The energy of a family-owned team extends to the players, whom Malin said they treat like family. As a woman coach in the men’s game, Malin is used to players and coaches overlooking her, and that occasionally manifests in potential players for the Red Rose Thunder.

“It often takes a little while for players and other coaches to truly respect me as a coach,” Malin said. “They tend to overlook, ‘Well, she’s a woman, that’s not going to be a problem,’ but then they realize that I’m probably going to be their biggest problem. We keep on winning games, and then they realize, ‘Oh, she does know what she’s doing with players.’ I treat [the players] differently than many male coaches would, and some of them respond very well to that, and some players, they don’t see it the way we want to do things, and then it doesn’t work out.”

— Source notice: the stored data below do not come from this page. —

/**
 * Journal entries: the kinds of thing a keeper does to a tank, their fields, and one flat record
 * of text fields shared by the form, the CSV file and the API (the CSV's header names are the
 * form's field names, with the unit in the name). Client-safe: the page's form uses the labels.
 *
 * Stored canonical: shares as fractions, nitrate and ammonia in mg N/L, plant dry mass in g,
 * feed in g a day. Amounts of nitrate and ammonia are typed and read in the units of the text
 * they come in: a person's own units on the page's form, the column's own unit (its name says
 * it: `tap_nitrate_no3_mg_l`, `ammonia_n_mg_l`) in the CSV file and the API.
 */
import { z } from "zod";
import { toCanonical, fromCanonical, unitSymbol, type DisplayUnits } from "~models/units";

export const ENTRY_KINDS = {
  water_change: "Water change",
  filter_cleaned: "Filter cleaned",
  gravel_cleaned: "Gravel cleaned",
  plants_added: "Plants added",
  plants_removed: "Plants removed",
  plants_trimmed: "Plants trimmed",
  feeding_changed: "Feeding changed",
  fish_added: "Fish added",
  fish_removed: "Fish removed",
  ammonia_dosed: "Ammonia dosed",
  note: "Note",
} as const;
export type EntryKind = keyof typeof ENTRY_KINDS;
const KIND_IDS = Object.keys(ENTRY_KINDS) as [EntryKind, ...EntryKind[]];

export const THOROUGHNESS = {
  light: "Light rinse in tank water",
  thorough: "Thorough rinse in tank water",
  tap_water: "Rinsed in tap water",
} as const;
type Thoroughness = keyof typeof THOROUGHNESS;

/** The flat fields (form names and CSV columns), after the date and the kind. */
export const ENTRY_FIELDS = [
  "water_changed_percent",
  "water_changed_l",
  "tap_nitrate_no3_mg_l",
  "ro_percent",
  "filter_thoroughness",
  "gravel_cleaned_percent",
  "plant_group",
  "plant_dry_g",
  "feed_g_per_day",
  "fish_count",
  "ammonia_n_mg_l",
] as const;
export type EntryField = (typeof ENTRY_FIELDS)[number];

const FIELD_NAMES: Record<EntryField, string> = {
  water_changed_percent: "Water changed, %",
  water_changed_l: "or water changed, litres",
  tap_nitrate_no3_mg_l: "Tap water nitrate if measured",
  ro_percent: "RO water in the change water, %",
  filter_thoroughness: "How thoroughly",
  gravel_cleaned_percent: "Detritus siphoned, % of the gravel",
  plant_group: "Plant group (as named in the scenario)",
  plant_dry_g: "Dry mass, g",
  feed_g_per_day: "Food from this date, g a day",
  fish_count: "How many fish",
  ammonia_n_mg_l: "Ammonia dosed",
};

/** The units amounts of nitrate and ammonia are written in (unit ids of models/units.ts). */
export type FieldUnits = Pick<DisplayUnits, "nitrate" | "ammonia">;

/** The CSV file's and the API's units, as the columns' names say: nitrate as NO3, ammonia as N. */
export const FILE_UNITS: FieldUnits = { nitrate: "asNO3", ammonia: "asN" };

/**
 * Fields that hold an amount of a dissolved species: which quantity, its name in messages, and
 * the range accepted, in the file's units (a person's units get the same range, converted).
 */
const SPECIES_FIELDS: Partial<
  Record<EntryField, { quantity: keyof FieldUnits; name: string; min: number; max: number }>
> = {
  tap_nitrate_no3_mg_l: { quantity: "nitrate", name: "Tap water nitrate", min: 0, max: 400 },
  ammonia_n_mg_l: { quantity: "ammonia", name: "Ammonia dosed", min: 0.01, max: 10 },
};

/** A field's label, an amount's with its unit in `units`: "Tap water nitrate if measured, mg/L NO3-N". */
export function fieldLabel(f: EntryField, units: FieldUnits = FILE_UNITS): string {
  const sp = SPECIES_FIELDS[f];
  return sp ? `${FIELD_NAMES[f]}, ${unitSymbol(sp.quantity, units[sp.quantity])}` : FIELD_NAMES[f];
}

/** Which fields each kind uses (the form shows only these; others must be empty). */
export const KIND_FIELDS: Record<EntryKind, readonly EntryField[]> = {
  water_change: ["water_changed_percent", "water_changed_l", "tap_nitrate_no3_mg_l", "ro_percent"],
  filter_cleaned: ["filter_thoroughness"],
  gravel_cleaned: ["gravel_cleaned_percent"],
  plants_added: ["plant_group", "plant_dry_g"],
  plants_removed: ["plant_group", "plant_dry_g"],
  plants_trimmed: ["plant_group", "plant_dry_g"],
  feeding_changed: ["feed_g_per_day"],
  fish_added: ["fish_count"],
  fish_removed: ["fish_count"],
  ammonia_dosed: ["ammonia_n_mg_l"],
  note: [],
};

/** What an entry holds, canonical units; null = not given. */
export type EntryDetails = {
  share?: number | null;
  litres?: number | null;
  tapNitrateMgN?: number | null;
  roShare?: number | null;
  thoroughness?: Thoroughness;
  gravelShare?: number;
  plantGroup?: string;
  plantDryG?: number;
  feedGPerDay?: number;
  fishCount?: number;
  ammoniaMgN?: number;
};

export type EntryInput = { doneAt: number; kind: EntryKind; details: EntryDetails; note: string };

export const MAX_JOURNAL_NOTE = 500;

const num = (label: string, min: number, max: number, unit = "") =>
  z
    .string()
    .trim()
    .transform((t, ctx) => {
      if (t === "") return null;
      const n = /^[-+]?(\d+\.?\d*|\.\d+)$/.test(t) ? Number(t) : NaN;
      if (!Number.isFinite(n)) {
        ctx.addIssue({ code: "custom", message: `${label} must be a number, e.g. 25` });
        return z.NEVER;
      }
      if (n < min || n > max) {
        ctx.addIssue({ code: "custom", message: `${label} must be between ${min} and ${max}${unit && ` ${unit}`}` });
        return z.NEVER;
      }
      return n;
    });

/** An amount field's check in `units`: the file's range converted, to 3 significant figures, named with its unit. */
function amount(f: EntryField, units: FieldUnits) {
  const sp = SPECIES_FIELDS[f]!;
  const unit = units[sp.quantity];
  const bound = (v: number) =>
    v === 0
      ? 0
      : Number(fromCanonical(sp.quantity, toCanonical(sp.quantity, v, FILE_UNITS[sp.quantity]), unit).toPrecision(3));
  return num(sp.name, bound(sp.min), bound(sp.max), unitSymbol(sp.quantity, unit));
}

function flatSchema(units: FieldUnits) {
  return z.object({
    kind: z.enum(KIND_IDS, { error: `Kind must be one of: ${KIND_IDS.join(", ")}` }),
    water_changed_percent: num("Water changed (%)", 1, 95),
    water_changed_l: num("Water changed (litres)", 0.1, 100000),
    tap_nitrate_no3_mg_l: amount("tap_nitrate_no3_mg_l", units),
    ro_percent: num("RO share (%)", 0, 100),
    filter_thoroughness: z
      .string()
      .trim()
      .refine((t) => t === "" || t in THOROUGHNESS, {
        message: `How thoroughly must be one of: ${Object.keys(THOROUGHNESS).join(", ")}`,
      }),
    gravel_cleaned_percent: num("Detritus siphoned (%)", 1, 100),
    plant_group: z.string().trim().max(60, { error: "The plant group's name is at most 60 characters" }),
    plant_dry_g: num("Dry mass (g)", 0.01, 10000),
    feed_g_per_day: num("Food (g a day)", 0, 1000),
    fish_count: num("How many fish", 1, 1000),
    ammonia_n_mg_l: amount("ammonia_n_mg_l", units),
  });
}

/** One schema per pair of units (a file's thousands of rows share one). */
const schemas = new Map<string, ReturnType<typeof flatSchema>>();
function schemaFor(units: FieldUnits) {
  const key = `${units.nitrate}|${units.ammonia}`;
  let hit = schemas.get(key);
  if (!hit) schemas.set(key, (hit = flatSchema(units)));
  return hit;
}

type FieldErrors = Partial<Record<EntryField | "kind", string>>;

/**
 * Text fields (a form or a CSV row) → the entry's kind and details, or field errors. Fields the
 * kind does not use must be empty; those it needs must be there. Amounts are read in `units`.
 */
export function readEntryFields(
  fields: Partial<Record<EntryField | "kind", string>>,
  units: FieldUnits = FILE_UNITS,
): { ok: true; kind: EntryKind; details: EntryDetails } | { ok: false; errors: FieldErrors } {
  const raw = Object.fromEntries(["kind", ...ENTRY_FIELDS].map((k) => [k, fields[k as EntryField] ?? ""]));
  const errors: FieldErrors = {};
  const kindId = raw.kind.trim() as EntryKind;
  if (Object.hasOwn(KIND_FIELDS, kindId)) {
    const uses = new Set(KIND_FIELDS[kindId]);
    for (const k of ENTRY_FIELDS) {
      if (!uses.has(k) && raw[k].trim() !== "")
        errors[k] = `${ENTRY_KINDS[kindId]} does not use this field: leave it empty`;
    }
  }
  const parsed = schemaFor(units).safeParse(raw);
  if (!parsed.success) {
    for (const i of parsed.error.issues) errors[i.path[0] as EntryField] ??= i.message;
    return { ok: false, errors };
  }
  const f = parsed.data;
  const need = (k: EntryField, ok: boolean) => {
    if (!ok && !errors[k])
      errors[k] = `${FIELD_NAMES[k].replace(/^or /, "")} is needed for ${ENTRY_KINDS[f.kind].toLowerCase()}`;
  };
  let details: EntryDetails = {};
  switch (f.kind) {
    case "water_change":
      need("water_changed_percent", f.water_changed_percent !== null || f.water_changed_l !== null);
      if (f.water_changed_percent !== null && f.water_changed_l !== null)
        errors.water_changed_l = "Give the share or the litres, not both";
      details = {
        share: f.water_changed_percent === null ? null : f.water_changed_percent / 100,
        litres: f.water_changed_l,
        tapNitrateMgN:
          f.tap_nitrate_no3_mg_l === null ? null : toCanonical("nitrate", f.tap_nitrate_no3_mg_l, units.nitrate),
        roShare: f.ro_percent === null ? null : f.ro_percent / 100,
      };
      break;
    case "filter_cleaned":
      need("filter_thoroughness", f.filter_thoroughness !== "");
      details = { thoroughness: f.filter_thoroughness as Thoroughness };
      break;
    case "gravel_cleaned":
      need("gravel_cleaned_percent", f.gravel_cleaned_percent !== null);
      details = { gravelShare: (f.gravel_cleaned_percent ?? 0) / 100 };
      break;
    case "plants_added":
    case "plants_removed":
    case "plants_trimmed":
      need("plant_group", f.plant_group !== "");
      need("plant_dry_g", f.plant_dry_g !== null);
      details = { plantGroup: f.plant_group, plantDryG: f.plant_dry_g ?? 0 };
      break;
    case "feeding_changed":
      need("feed_g_per_day", f.feed_g_per_day !== null);
      details = { feedGPerDay: f.feed_g_per_day ?? 0 };
      break;
    case "fish_added":
    case "fish_removed":
      need("fish_count", f.fish_count !== null && Number.isInteger(f.fish_count));
      details = { fishCount: f.fish_count ?? 0 };
      break;
    case "ammonia_dosed":
      need("ammonia_n_mg_l", f.ammonia_n_mg_l !== null);
      details = { ammoniaMgN: toCanonical("ammonia", f.ammonia_n_mg_l ?? 0, units.ammonia) };
      break;
    case "note":
      break;
  }
  if (Object.keys(errors).length) return { ok: false, errors };
  return { ok: true, kind: f.kind, details };
}

/**
 * A stored number as text, to 12 significant figures: far beyond what anyone types, far above the
 * ~1e-16 of a unit's round trip, so a value typed comes back as typed ("2.5", not "2.4999…").
 */
const text = (n: number | null | undefined) => (n === null || n === undefined ? "" : String(Number(n.toPrecision(12))));

/** An entry's details as the flat text fields (the export, and a form filled for editing), amounts in `units`. */
export function entryFields(
  kind: EntryKind,
  d: EntryDetails,
  units: FieldUnits = FILE_UNITS,
): Record<EntryField, string> {
  const out = Object.fromEntries(ENTRY_FIELDS.map((k) => [k, ""])) as Record<EntryField, string>;
  if (kind === "water_change") {
    out.water_changed_percent = d.share == null ? "" : text(d.share * 100);
    out.water_changed_l = text(d.litres);
    out.tap_nitrate_no3_mg_l =
      d.tapNitrateMgN == null ? "" : text(fromCanonical("nitrate", d.tapNitrateMgN, units.nitrate));
    out.ro_percent = d.roShare == null ? "" : text(d.roShare * 100);
  }
  if (kind === "filter_cleaned") out.filter_thoroughness = d.thoroughness ?? "";
  if (kind === "gravel_cleaned") out.gravel_cleaned_percent = text((d.gravelShare ?? 0) * 100);
  if (kind.startsWith("plants_")) {
    out.plant_group = d.plantGroup ?? "";
    out.plant_dry_g = text(d.plantDryG);
  }
  if (kind === "feeding_changed") out.feed_g_per_day = text(d.feedGPerDay);
  if (kind.startsWith("fish_")) out.fish_count = text(d.fishCount);
  if (kind === "ammonia_dosed") out.ammonia_n_mg_l = text(fromCanonical("ammonia", d.ammoniaMgN ?? 0, units.ammonia));
  return out;
}

/** A figure for a sentence: 4 significant figures (what was typed, unless typed to more). */
const short = (t: string) => (t === "" ? "" : String(Number(Number(t).toPrecision(4))));

/** One line for people, amounts in `units`: "50 % changed, tap water 2.5 mg/L NO3-N". */
export function describeEntry(kind: EntryKind, d: EntryDetails, units: FieldUnits = FILE_UNITS): string {
  const f = entryFields(kind, d, units);
  switch (kind) {
    case "water_change":
      return [
        f.water_changed_percent
          ? `${short(f.water_changed_percent)} % changed`
          : `${short(f.water_changed_l)} L changed`,
        f.tap_nitrate_no3_mg_l && `tap water ${short(f.tap_nitrate_no3_mg_l)} ${unitSymbol("nitrate", units.nitrate)}`,
        f.ro_percent && `${short(f.ro_percent)} % RO`,
      ]
        .filter(Boolean)
        .join(", ");
    case "filter_cleaned":
      return d.thoroughness ? THOROUGHNESS[d.thoroughness] : "";
    case "gravel_cleaned":
      return `${short(f.gravel_cleaned_percent)} % of the detritus siphoned`;
    case "feeding_changed":
      return `${short(f.feed_g_per_day)} g of food a day from now on`;
    case "ammonia_dosed":
      return `${short(f.ammonia_n_mg_l)} ${unitSymbol("ammonia", units.ammonia)}`;
    case "note":
      return "";
    default:
      return kind.startsWith("plants_") ? `${f.plant_group}: ${short(f.plant_dry_g)} g dry` : `${f.fish_count} fish`;
  }
}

In addition to basketball dreams, Lucas has charitable aspirations, hoping to one day start a foundation to show children with disabilities that there’s a place for them in sports.

“You can still do things in sports, you still can do things in different jobs and have different opportunities, even if you have disabilities,” Lucas said. “It’s not a disability; it’s an ability to do things differently.”

Red Rose Thunder aren’t officially sponsored by a charity, but Lucas dedicated their appearance in TBT to Mekhi Clemons, a former Rosemont College and Red Rose Thunder player who died in September 2022.

“He was actually the first player that I ever told that I wanted to play in TBT and that this was the next step,” Lucas said. “And he always wore 13 no matter what, whether it was with us, when he was in college, high school. So we officially retired the number 13 last season and gave a framed jersey to his family and donated a check to a student, because he was a teacher, an eighth-grade social studies teacher at Stetson Academy in Philadelphia. We will have 13 over our hearts on every jersey that we play in TBT this year.”

Red Rose Thunder plays its first game of the tournament on Friday against the Brown Ballers at 3 p.m. in Cincinnati. If it advances out of the region, the semifinal and final will take place at Drexel.